N°140
06 августа 2002
Время новостей ИД "Время"
Издательство "Время"
Время новостей
  //  Архив   //  поиск  
 ВЕСЬ НОМЕР
 ПЕРВАЯ ПОЛОСА
 ПОЛИТИКА И ЭКОНОМИКА
 ЗАГРАНИЦА
 БИЗНЕС И ФИНАНСЫ
 КУЛЬТУРА
 СПОРТ
 КРОМЕ ТОГО
  ТЕМЫ НОМЕРА  
  АРХИВ  
   1234
567891011
12131415161718
19202122232425
262728293031 
  ПОИСК  
  • //  06.08.2002
Жозеф Надж: «Как хореограф я что-то значу»
версия для печати
Жозеф Надж -- самый удивительный человек современного французского театра. По происхождению он венгр. Родился в сербском захолустье. Учился в Будапештском университете на факультете философии, занимался восточными единоборствами и мечтал стать художником. Потом увлекся театром, переехал в Париж, превратился из Надя в Наджа и открыл для себя современный танец. Нынче Надж возглавляет Национальный хореографический центр в Орлеане и стоит в авангарде европейского модерн-данс. Для балетных и театральных критиков его спектакли всякий раз оказываются предметом раздора -- кому о них писать. Потому что назвать Наджа хореографом не поворачивается язык. Скорее мастером визуального метафорического театра, создателем причудливых полотен, персонажи которых ожили, но предпочитают молчать. Последнее время его сценические фантазии правильнее отнести по ведомству не танца и даже не пластического театра, а цирка. Предельно эстетизированного и философски осмысленного. Актеры Наджа -- акробаты и иллюзионисты в одном лице. Кио и Копперфилды с хорошо развитой мускулатурой.

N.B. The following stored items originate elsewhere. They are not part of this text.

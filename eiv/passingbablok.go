package eiv

import (
	"context"
	"fmt"
	"math"
	"slices"
)

// PassingBablokResult is the Passing–Bablok line with its checks.
type PassingBablokResult struct {
	Fit *Fit // Slope and Intercept with the paper's CIs; SE is the CI half-width over z (an equivalent, for tables)
	// Slopes is N, the number of pairwise slopes used; Shift is K, the
	// number of them below −1.
	Slopes, Shift int
	// Cusum is the linearity test.
	Cusum CusumResult
	// Kendall is Kendall's τ of x and y: the method assumes a positive
	// correlation (a significant τ > 0).
	Kendall TestResult
}

// CusumResult is Passing & Bablok's cumulative-sum linearity test.
type CusumResult struct {
	// Max is max |cusum| of the residual scores ordered along the line.
	Max float64
	// Above and Below count the points above and below the line (l and L).
	Above, Below int
	// KS is Max/√(l+L), the cusum read as the two-sample Kolmogorov–Smirnov
	// statistic √(lL/(l+L))·D of the positions of the points above and
	// below the line; PValue is its asymptotic Kolmogorov p-value.
	KS, PValue float64
	// Linear is PValue ≥ 0.05 (no evidence against linearity).
	Linear bool
}

// PassingBablok fits y = a + b·x by the method of Passing & Bablok (1983,
// J. Clin. Chem. Clin. Biochem. 21:709), which assumes only that the errors
// of both methods have the same distribution up to a constant ratio and
// that x and y are positively correlated:
//
//   - pairwise slopes S_ij = (y_j − y_i)/(x_j − x_i), i < j; a pair of
//     identical points is skipped, a slope of exactly −1 is skipped, and a
//     pair with equal x (points ordered by x, then y) counts as +∞;
//   - b is the median of the N slopes shifted by K, the number below −1:
//     S₍(N+1)/2+K₎ for odd N, the mean of S₍N/2+K₎ and S₍N/2+1+K₎ for even N;
//   - a = median{y_i − b·x_i};
//   - the CI of b is [S₍M1+K₎, S₍M2+K₎] with C = z_{1−α/2}·√(n(n−1)(2n+5)/18),
//     M1 = round((N − C)/2), M2 = N − M1 + 1; the CI of a is
//     [median{y − b_U·x}, median{y − b_L·x}].
//
// The slopes are not stored: their order statistics are found by slope
// selection (passingbablok_select.go), O(n log n) time per count and O(n)
// memory, with the same values, bit for bit, as sorting all of them.
func PassingBablok(x, y []float64, opt *Options) (*PassingBablokResult, error) {
	return PassingBablokContext(context.Background(), x, y, opt)
}

// PassingBablokContext is PassingBablok that stops with ctx's error when ctx
// is cancelled or its deadline passes.
func PassingBablokContext(ctx context.Context, x, y []float64, opt *Options) (*PassingBablokResult, error) {
	conf, err := opt.confidence()
	if err != nil {
		return nil, err
	}
	if err := checkXY(x, y); err != nil {
		return nil, err
	}
	if err := ctx.Err(); err != nil {
		return nil, err
	}
	n := len(x)
	sel := newPBSet(ctx, x, y)
	k64, e, err := sel.minusOne()
	if err != nil {
		return nil, err
	}
	if sel.ntot-e < 2 {
		return nil, fmt.Errorf("%w: too few distinct pairs for Passing–Bablok", ErrDegenerate)
	}
	N, k := int(sel.ntot-e), int(k64)
	// at is the r-th (1-based) of the N slopes other than −1; false when r
	// is out of range.
	at := func(r int) (float64, bool, error) {
		if r < 1 || r > N {
			return 0, false, nil
		}
		v, err := sel.nth(int64(r), k64, e)
		return v, err == nil, err
	}
	var b float64
	var ok1, ok2 bool
	if N%2 == 1 {
		b, ok1, err = at((N+1)/2 + k)
		ok2 = ok1
	} else {
		var lo, hi float64
		lo, ok1, err = at(N/2 + k)
		if err == nil {
			hi, ok2, err = at(N/2 + 1 + k)
		}
		b = (lo + hi) / 2
	}
	if err != nil {
		return nil, err
	}
	if !ok1 || !ok2 || math.IsInf(b, 0) {
		return nil, fmt.Errorf("%w: the shifted median slope is not finite (x and y show no positive relation)", ErrDegenerate)
	}
	z := zQuantile(conf)
	c := z * math.Sqrt(float64(n)*float64(n-1)*float64(2*n+5)/18)
	m1 := int(math.Round((float64(N) - c) / 2))
	m2 := N - m1 + 1
	bl, okl, err := at(m1 + k)
	if err != nil {
		return nil, err
	}
	bu, oku, err := at(m2 + k)
	if err != nil {
		return nil, err
	}
	res := &PassingBablokResult{Slopes: N, Shift: k}
	f := &Fit{Method: MethodPassingBablok, N: n, Confidence: conf, DOF: n - 2, Converged: true}
	a := medianOf(y, x, b)
	f.Slope.Value, f.Intercept.Value = b, a
	// The data lie on one line exactly when every pairwise slope is the same.
	onLine := false
	if okl && oku && bl == bu {
		first, _, err := at(1)
		if err != nil {
			return nil, err
		}
		last, _, err := at(N)
		if err != nil {
			return nil, err
		}
		onLine = first == last
	}
	switch {
	case okl && oku && bl == bu && !onLine:
		// Many tied pairwise slopes (rounded data) can make both rank
		// bounds the same slope. A zero-width interval would claim an
		// exact slope the scatter does not support, so none is given.
		f.Warnings = append(f.Warnings, &Warning{Code: "interval_degenerate", Message: "passing_bablok: many pairwise slopes are tied (rounded data), so the rank interval has zero width and would understate the uncertainty; it is left out: ask for a bootstrap (resamples) for an interval"})
	case okl && oku && !math.IsInf(bl, 0) && !math.IsInf(bu, 0):
		al, au := medianOf(y, x, bu), medianOf(y, x, bl)
		f.Slope.CI = Interval{Lower: bl, Upper: bu, Level: conf, Method: "Passing-Bablok rank interval"}
		f.Intercept.CI = Interval{Lower: al, Upper: au, Level: conf, Method: "Passing-Bablok rank interval"}
		f.Slope.SE = (bu - bl) / (2 * z)
		f.Intercept.SE = (au - al) / (2 * z)
	default:
		// No interval and no SE: both stay unset (CI.Method empty).
		f.Warnings = append(f.Warnings, &Warning{Code: "interval_unavailable", Message: "passing_bablok: too few slopes for a confidence interval at this level"})
	}
	if err := f.finite(); err != nil {
		return nil, err
	}
	res.Fit = f
	res.Cusum = cusumTest(x, y, a, b)
	if !res.Cusum.Linear {
		f.Warnings = append(f.Warnings, &Warning{Code: "nonlinear", Message: fmt.Sprintf(
			"passing_bablok: the cusum test finds a departure from linearity (p = %.2g)", res.Cusum.PValue)})
	}
	if kt, err := KendallTau(x, y); err == nil {
		res.Kendall = kt
		if !(kt.Statistic > 0 && kt.PValue < 0.05) {
			f.Warnings = append(f.Warnings, &Warning{Code: "no_positive_correlation", Message: fmt.Sprintf(
				"passing_bablok: Kendall's τ = %.3g (p = %.2g) does not show the significant positive correlation the method assumes", kt.Statistic, kt.PValue)})
		}
	}
	return res, nil
}

// MethodPassingBablok is the Passing–Bablok estimator.
const MethodPassingBablok Method = "passing_bablok"

func cmpFloat(a, b float64) int {
	switch {
	case a < b:
		return -1
	case a > b:
		return 1
	}
	return 0
}

// medianOf returns median{y_i − b·x_i}.
func medianOf(y, x []float64, b float64) float64 {
	r := make([]float64, len(y))
	for i := range y {
		r[i] = y[i] - b*x[i]
	}
	return median(r)
}

func median(v []float64) float64 {
	s := slices.Clone(v)
	slices.Sort(s)
	n := len(s)
	if n%2 == 1 {
		return s[n/2]
	}
	return (s[n/2-1] + s[n/2]) / 2
}

// CusumLinearity runs Passing & Bablok's cusum linearity test for any line
// (a, b) fitted to (x, y).
func CusumLinearity(x, y []float64, a, b float64) CusumResult { return cusumTest(x, y, a, b) }

// cusumTest scores each point +√(L/l) above the line and −√(l/L) below it
// (0 on it), orders the points by their position along the line
// D_i = (y_i + x_i/b − a)/√(1 + 1/b²), and takes the largest |cusum|.
func cusumTest(x, y []float64, a, b float64) CusumResult {
	n := len(x)
	var l, L int
	for i := range n {
		switch r := y[i] - a - b*x[i]; {
		case r > 0:
			l++
		case r < 0:
			L++
		}
	}
	res := CusumResult{Above: l, Below: L, PValue: 1, Linear: true}
	if l == 0 || L == 0 || b == 0 {
		return res
	}
	up, down := math.Sqrt(float64(L)/float64(l)), -math.Sqrt(float64(l)/float64(L))
	idx := make([]int, n)
	pos := make([]float64, n)
	norm := math.Sqrt(1 + 1/(b*b))
	for i := range n {
		idx[i] = i
		pos[i] = (y[i] + x[i]/b - a) / norm
	}
	slices.SortStableFunc(idx, func(p, q int) int { return cmpFloat(pos[p], pos[q]) })
	var cs float64
	for _, i := range idx {
		switch r := y[i] - a - b*x[i]; {
		case r > 0:
			cs += up
		case r < 0:
			cs += down
		}
		res.Max = math.Max(res.Max, math.Abs(cs))
	}
	res.KS = res.Max / math.Sqrt(float64(l+L))
	res.PValue = KolmogorovSurvival(res.KS)
	res.Linear = res.PValue >= 0.05
	return res
}

// PassingBablokEstimator is Passing–Bablok for the resampling engines. Up
// to pbFitterBruteMaxN points its fitter keeps a buffer for the n(n−1)/2
// slopes and sorts them (after the first fit it allocates nothing); above,
// it selects the order statistics as PassingBablok does.
type PassingBablokEstimator struct{}

// pbFitterBruteMaxN is the largest sample the fitter sorts all slopes of.
const pbFitterBruteMaxN = 128

func (PassingBablokEstimator) Method() Method { return MethodPassingBablok }
func (PassingBablokEstimator) NewFitter(n int) LineFitter {
	f := &pbFitter{r: make([]float64, n)}
	if n <= pbFitterBruteMaxN {
		f.s = make([]float64, 0, n*(n-1)/2)
	}
	return f
}

// TruePoints for Passing–Bablok move each point to the line along the
// direction of equal error ratio 1 (the method's assumption of errors of
// equal size in x and y, up to the slope).
func (PassingBablokEstimator) TruePoints(s Sample, a, b float64, xh, yh []float64) {
	adjustDeming(s.X, s.Y, a, b, b*b, xh, yh)
}

type pbFitter struct{ s, r []float64 }

func (f *pbFitter) FitLine(smp Sample) (float64, float64, error) {
	x, y := smp.X, smp.Y
	n := len(x)
	var b float64
	var err error
	if n <= pbFitterBruteMaxN {
		b, err = f.sortedSlope(x, y)
	} else {
		b, err = selectedSlope(x, y)
	}
	if err != nil {
		return 0, 0, err
	}
	if math.IsInf(b, 0) || math.IsNaN(b) {
		return 0, 0, ErrDegenerate
	}
	res := f.r[:n]
	for i := range n {
		res[i] = y[i] - b*x[i]
	}
	slices.Sort(res)
	var a float64
	if n%2 == 1 {
		a = res[n/2]
	} else {
		a = (res[n/2-1] + res[n/2]) / 2
	}
	return a, b, nil
}

// sortedSlope is the shifted median of the slopes, all stored and sorted.
func (f *pbFitter) sortedSlope(x, y []float64) (float64, error) {
	n := len(x)
	s := f.s[:0]
	k := 0
	for i := range n {
		for j := i + 1; j < n; j++ {
			dx, dy := x[j]-x[i], y[j]-y[i]
			if dx == 0 && dy == 0 {
				continue
			}
			sl := math.Inf(1)
			if dx != 0 {
				sl = dy / dx
			}
			if sl == -1 {
				continue
			}
			if sl < -1 {
				k++
			}
			s = append(s, sl)
		}
	}
	f.s = s
	N := len(s)
	if N < 2 {
		return 0, ErrDegenerate
	}
	slices.Sort(s)
	if N%2 == 1 {
		r := (N+1)/2 + k
		if r > N {
			return 0, ErrDegenerate
		}
		return s[r-1], nil
	}
	r := N/2 + k
	if r+1 > N {
		return 0, ErrDegenerate
	}
	return (s[r-1] + s[r]) / 2, nil
}

// selectedSlope is the shifted median of the slopes by slope selection.
func selectedSlope(x, y []float64) (float64, error) {
	if len(x) < 2 {
		return 0, ErrDegenerate
	}
	sel := newPBSet(context.Background(), x, y)
	k, e, err := sel.minusOne()
	if err != nil {
		return 0, err
	}
	N := sel.ntot - e
	if N < 2 {
		return 0, ErrDegenerate
	}
	at := func(r int64) (float64, error) { return sel.nth(r, k, e) }
	if N%2 == 1 {
		r := (N+1)/2 + k
		if r > N {
			return 0, ErrDegenerate
		}
		return at(r)
	}
	r := N/2 + k
	if r+1 > N {
		return 0, ErrDegenerate
	}
	lo, err := at(r)
	if err != nil {
		return 0, err
	}
	hi, err := at(r + 1)
	return (lo + hi) / 2, err
}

В основе визионерских опусов нередко лежат литературные произведения, но пройдя сквозь горнило театральной лаборатории, они меняются до неузнаваемости. В случае с показанным недавно на Авиньонском фестивале спектаклем «Философы» -- это произведения классика польской литературы Бруно Шульца. Зрители сначала знакомятся с героями представления с помощью мониторов -- их не меньше 20, и они выставлены в круглом предбаннике. Это сценки из жизни пяти странноватых мужчин в котелках и сюртуках на голое тело -- реалистические (мужчины мочатся, повернувшись к стенке), сюрреалистические (висят над столом вниз головой), фантасмагорические. Сначала кажется, что изображения неподвижны, но, побродив по холлу минут пятнадцать, начинаешь понимать -- все они претерпевают медленные, но верные изменения. Разумеется, в сторону фантасмагории. Потом зрители попадают в круглый, похожий на маленькую цирковую арену зал. На сцене-арене стоит четырехгранная призма. Каждая из сторон -- экран, на котором нам показывают черно-белый немой фильм из жизни все тех же персонажей. Жизнь эта оказывается бесконечной коллективной одиссеей. И лишь затем персонажи предстают перед нами живьем. Импрессионистическая проза Шульца в интерпретации Наджа обнаруживает кафкианские мотивы (герои переживают здесь престранные трансформации). Главная тема спектакля оказывается все же резко противопоставлена гностическим поискам других мастеров визуально-пластического театра -- Ромео Кастелуччи и Саши Вальц, ставших наряду с Наджем ньюсмейкерами нынешнего Авиньона. У тех материя и дух разведены и противопоставлены друг другу. Надж, напротив, настаивает на одухотворенности всего сущего. Любой предмет, попавший в сценическую среду, у него немедленно оживает и оказывается уравнен в правах с человеком. Вот несколько палок, бинты и сюртук. Через мгновение из них собирают человечка, произносят заклятье, и человечек начинает двигаться по сцене, размахивая деревянными руками. С хореографом, фантазером, чародеем и, наконец, просто очень талантливым человеком Жозефом НАДЖЕМ беседует Марина ДАВЫДОВА.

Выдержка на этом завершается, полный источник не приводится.